| How to complete this task |
Look for "than" in each line of the entries, and return the matching lines.

| Stored data |

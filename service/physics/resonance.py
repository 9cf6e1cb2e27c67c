"""A coil with its own capacitance: resonance, what a meter shows, and where the capacitance is.

Inductance in henries, capacitance in farads, frequency in hertz, resistance in ohms.
"""

import cmath
import math
from dataclasses import dataclass
from typing import Final

import numpy as np

from service.physics.arguments import finite, non_negative, positive, whole

# Medhurst, Wireless Engineer 24 (1947) 35 and 80: pF per cm of diameter by length over diameter.
_MEDHURST: Final = {
    0.1: 0.96,
    0.2: 0.7,
    0.3: 0.6,
    0.5: 0.5,
    0.8: 0.46,
    1.0: 0.46,
    1.5: 0.47,
    2.0: 0.5,
    3.0: 0.61,
    4.0: 0.72,
    5.0: 0.81,
    10.0: 1.32,
    20.0: 2.36,
    50.0: 5.8,
}
_PF_PER_CM: Final = 1e-10

# Two resonances of one coil may give a slightly negative capacitance by rounding alone.
_ROUNDING: Final = 1e-12


def self_resonance(inductance: float, capacitance: float) -> float:
    """Return the frequency at which a coil resonates with its self-capacitance.

    Args:
        inductance: H.
        capacitance: all that lies across the coil, F.

    Returns:
        1 / (2 pi sqrt(L C)), Hz.

    Raises:
        ValueError: an argument is not positive.
    """
    henry = positive("inductance", inductance)
    farad = positive("capacitance", capacitance)
    return 1.0 / (2.0 * math.pi * math.sqrt(henry) * math.sqrt(farad))


def apparent_inductance(inductance: float, frequency: float, self_resonance: float) -> float:
    """Return the inductance that a meter shows for a coil with self-capacitance.

    Args:
        inductance: true inductance, H.
        frequency: of the test, Hz; 0 gives the true inductance.
        self_resonance: of the coil with all that lies across it, Hz.

    Returns:
        L / (1 - (f/f0)^2), H; negative above resonance, where the coil is a capacitor to the
        meter.

    Raises:
        ValueError: inductance or self-resonance not positive, frequency negative, or the test
            frequency is the self-resonance, where there is no inductance to show.

    For a coil without loss. The series reading of a coil with quality factor Q at the test
    frequency lies below this by (f/f0)^2/Q^2 relative, 0.2 % for a pickup coil at f0/10;
    `impedance_of_coil` has the losses in it.
    """
    henry = positive("inductance", inductance)
    return henry / _detuning(frequency, self_resonance)


def inductance_from_apparent(apparent: float, frequency: float, self_resonance: float) -> float:
    """Return the true inductance of a coil from what the meter showed near its resonance.

    Args:
        apparent: the meter's reading, H; negative above resonance.
        frequency: of the test, Hz.
        self_resonance: of the coil as it was connected, Hz.

    Returns:
        L' (1 - (f/f0)^2), H.

    Raises:
        ValueError: as `apparent_inductance`, or a sign of the reading that does not fit the side
            of resonance.
    """
    shown = finite("apparent", apparent)
    true = shown * _detuning(frequency, self_resonance)
    if true <= 0.0:
        raise ValueError(
            f"apparent must be positive below resonance and negative above it, got {apparent!r} "
            f"at frequency {frequency!r} with self_resonance {self_resonance!r}"
        )
    return true


def _detuning(frequency: float, self_resonance: float) -> float:
    ratio = non_negative("frequency", frequency) / positive("self_resonance", self_resonance)
    if ratio == 1.0:
        raise ValueError(f"frequency must differ from self_resonance, got {frequency!r} for both")
    return (1.0 - ratio) * (1.0 + ratio)


def self_capacitance_from_two_resonances(
    frequency_1: float, capacitance_1: float, frequency_2: float, capacitance_2: float
) -> tuple[float, float]:
    """Return self-capacitance and inductance from resonance with two added capacitances.

    Args:
        frequency_1: resonance with `capacitance_1` added across the coil, Hz.
        capacitance_1: F; 0 for the coil alone.
        frequency_2, capacitance_2: the other resonance.

    Returns:
        (self-capacitance in F, inductance in H).

    Raises:
        ValueError: a frequency is not positive or a capacitance negative, both capacitances are
            equal, or the pair contradicts itself: more capacitance must resonate lower, and no
            coil has less than none.

    1/f^2 against added capacitance is a straight line that meets zero at minus the
    self-capacitance (Terman, Radio Engineers' Handbook, 1943, sec. 13).
    """
    f_1, f_2 = positive("frequency_1", frequency_1), positive("frequency_2", frequency_2)
    c_1 = non_negative("capacitance_1", capacitance_1)
    c_2 = non_negative("capacitance_2", capacitance_2)
    if c_1 == c_2:
        raise ValueError(f"capacitance_2 must differ from capacitance_1, got {capacitance_2!r}")
    square = (f_2 / f_1) ** 2
    if (c_2 > c_1) == (square >= 1.0):
        raise ValueError(
            f"frequency_2 must be lower where more capacitance was added, got {frequency_2!r} "
            f"with {capacitance_2!r} F against {frequency_1!r} with {capacitance_1!r} F"
        )
    own = (square * c_2 - c_1) / (1.0 - square)
    if own < 0.0:
        if own < -_ROUNDING * max(c_1, c_2):
            raise ValueError(
                f"frequency_2 would mean a negative self-capacitance ({own:.3g} F), "
                f"got {frequency_2!r} with {capacitance_2!r} F against {frequency_1!r} with "
                f"{capacitance_1!r} F"
            )
        own = 0.0
    inductance = (1.0 / f_1 + 1.0 / f_2) * (1.0 / f_1 - 1.0 / f_2) / (c_1 - c_2)
    return own, inductance / (4.0 * math.pi**2)


def self_capacitance_of_layers(
    layer_capacitance: float, layers: int, *, back_and_forth: bool = True
) -> float:
    """Return the self-capacitance of a coil of even layers from that between neighbours.

    Args:
        layer_capacitance: static capacitance C0 between two adjacent layers, F.
        layers: number of layers, at least 2.
        back_and_forth: True when the guide returns at each flange, so that the voltage between
            neighbouring layers rises along them from 0 to two layers' worth; False when each
            layer starts at the same flange.

    Returns:
        (4/3) (m - 1) C0 / m^2 back and forth, (m - 1) C0 / m^2 in the same direction, in F.

    Raises:
        ValueError: the capacitance is not positive, or fewer than two layers.

    Standard result from the energy stored between layers. It holds for even layers; scattered
    winding has less, by 10 to 40 %, and no formula better than 30 %.
    """
    c_0 = positive("layer_capacitance", layer_capacitance)
    m = whole("layers", layers, 2)
    share = 4.0 / 3.0 if back_and_forth else 1.0
    return share * (m - 1) * c_0 / (m * m)


def self_capacitance_of_solenoid(diameter: float, length: float) -> float:
    """Return the self-capacitance of a single-layer coil with one end earthed.

    Args:
        diameter: of the winding, m.
        length: of the winding, m, from 0.1 to 50 diameters.

    Returns:
        Capacitance in F, from Medhurst's table (1947), good to 5 % by his own measurements.

    Raises:
        ValueError: a dimension is not positive or the shape lies outside the table.
    """
    across, along = positive("diameter", diameter), positive("length", length)
    shape = along / across
    if not min(_MEDHURST) <= shape <= max(_MEDHURST):
        raise ValueError(
            f"length must be from 0.1 to 50 diameters, got {length!r} with diameter {diameter!r}"
        )
    shapes, factors = np.log(list(_MEDHURST)), np.log(list(_MEDHURST.values()))
    factor = np.exp(np.interp(math.log(shape), shapes, factors))
    return float(factor) * _PF_PER_CM * across


def impedance_of_coil(
    resistance: float, inductance: float, capacitance: float, frequency: float
) -> complex:
    """Return the impedance of a coil, R + j w L, with a capacitance across its ends.

    Args:
        resistance: in series with the inductance, at that frequency, ohm.
        inductance: true inductance, H.
        capacitance: across the coil (its own, the leads', the meter's), F; 0 for none.
        frequency: Hz.

    Returns:
        Complex impedance in ohm.

    Raises:
        ValueError: a negative argument, or a coil without loss exactly at resonance.
    """
    r = non_negative("resistance", resistance)
    henry = non_negative("inductance", inductance)
    farad = non_negative("capacitance", capacitance)
    w = 2.0 * math.pi * non_negative("frequency", frequency)
    series = complex(r, w * henry)
    divisor = complex(1.0 - w * w * henry * farad, w * r * farad)
    if divisor == 0.0:
        raise ValueError(
            f"frequency is the resonance of a coil without resistance, got {frequency!r}"
        )
    return series / divisor


@dataclass(frozen=True, slots=True)
class MeterReading:
    """One impedance at one frequency as an LCR meter names it, in series and in parallel.

    Inductances are negative for a capacitive impedance. The quality factor is |X|/R, the same
    in both equivalent circuits.
    """

    frequency: float
    series_resistance: float
    series_inductance: float
    parallel_resistance: float
    parallel_inductance: float
    quality_factor: float

    @property
    def impedance(self) -> complex:
        """Complex impedance, ohm."""
        return complex(
            self.series_resistance, 2.0 * math.pi * self.frequency * self.series_inductance
        )


def meter_reading(impedance: complex, frequency: float) -> MeterReading:
    """Return what an LCR meter shows for an impedance, in both equivalent circuits.

    Args:
        impedance: ohm, with a positive real part and an imaginary part that is not zero.
        frequency: of the test, Hz.

    Returns:
        Ls, Rs, Lp, Rp and Q. Lp = Ls (1 + 1/Q^2), Rp = Rs (1 + Q^2).

    Raises:
        ValueError: frequency or real part not positive, or an impedance without reactance (at
            resonance there is no inductance to show).
    """
    f = positive("frequency", frequency)
    if isinstance(impedance, bool | str) or not cmath.isfinite(impedance):
        raise ValueError(f"impedance must be a finite complex number, got {impedance!r}")
    z = complex(impedance)
    if z.real <= 0.0 or z.imag == 0.0:
        raise ValueError(
            f"impedance must have a positive resistance and some reactance, got {impedance!r}"
        )
    w = 2.0 * math.pi * f
    size = abs(z)
    return MeterReading(
        frequency=f,
        series_resistance=z.real,
        series_inductance=z.imag / w,
        parallel_resistance=size * (size / z.real),
        parallel_inductance=size * (size / z.imag) / w,
        quality_factor=abs(z.imag) / z.real,
    )


def meter_reading_from_series(
    resistance: float, inductance: float, frequency: float
) -> MeterReading:
    """Return the full reading from a meter set to its series circuit (Rs in ohm, Ls in H, Hz)."""
    w = 2.0 * math.pi * positive("frequency", frequency)
    r = positive("resistance", resistance)
    return meter_reading(complex(r, w * _not_zero("inductance", inductance)), frequency)


def meter_reading_from_parallel(
    resistance: float, inductance: float, frequency: float
) -> MeterReading:
    """Return the full reading from a meter set to its parallel circuit (Rp in ohm, Lp in H, Hz)."""
    w = 2.0 * math.pi * positive("frequency", frequency)
    r = positive("resistance", resistance)
    x = w * _not_zero("inductance", inductance)
    return meter_reading(1.0 / complex(1.0 / r, -1.0 / x), frequency)


def _not_zero(name: str, value: float) -> float:
    number = finite(name, value)
    if number == 0.0:
        raise ValueError(f"{name} must not be zero, got {value!r}")
    return number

| Task response |
            coil has less than none.
        ValueError: the capacitance is not positive, or fewer than two layers.
    winding has less, by 10 to 40 %, and no formula better than 30 %.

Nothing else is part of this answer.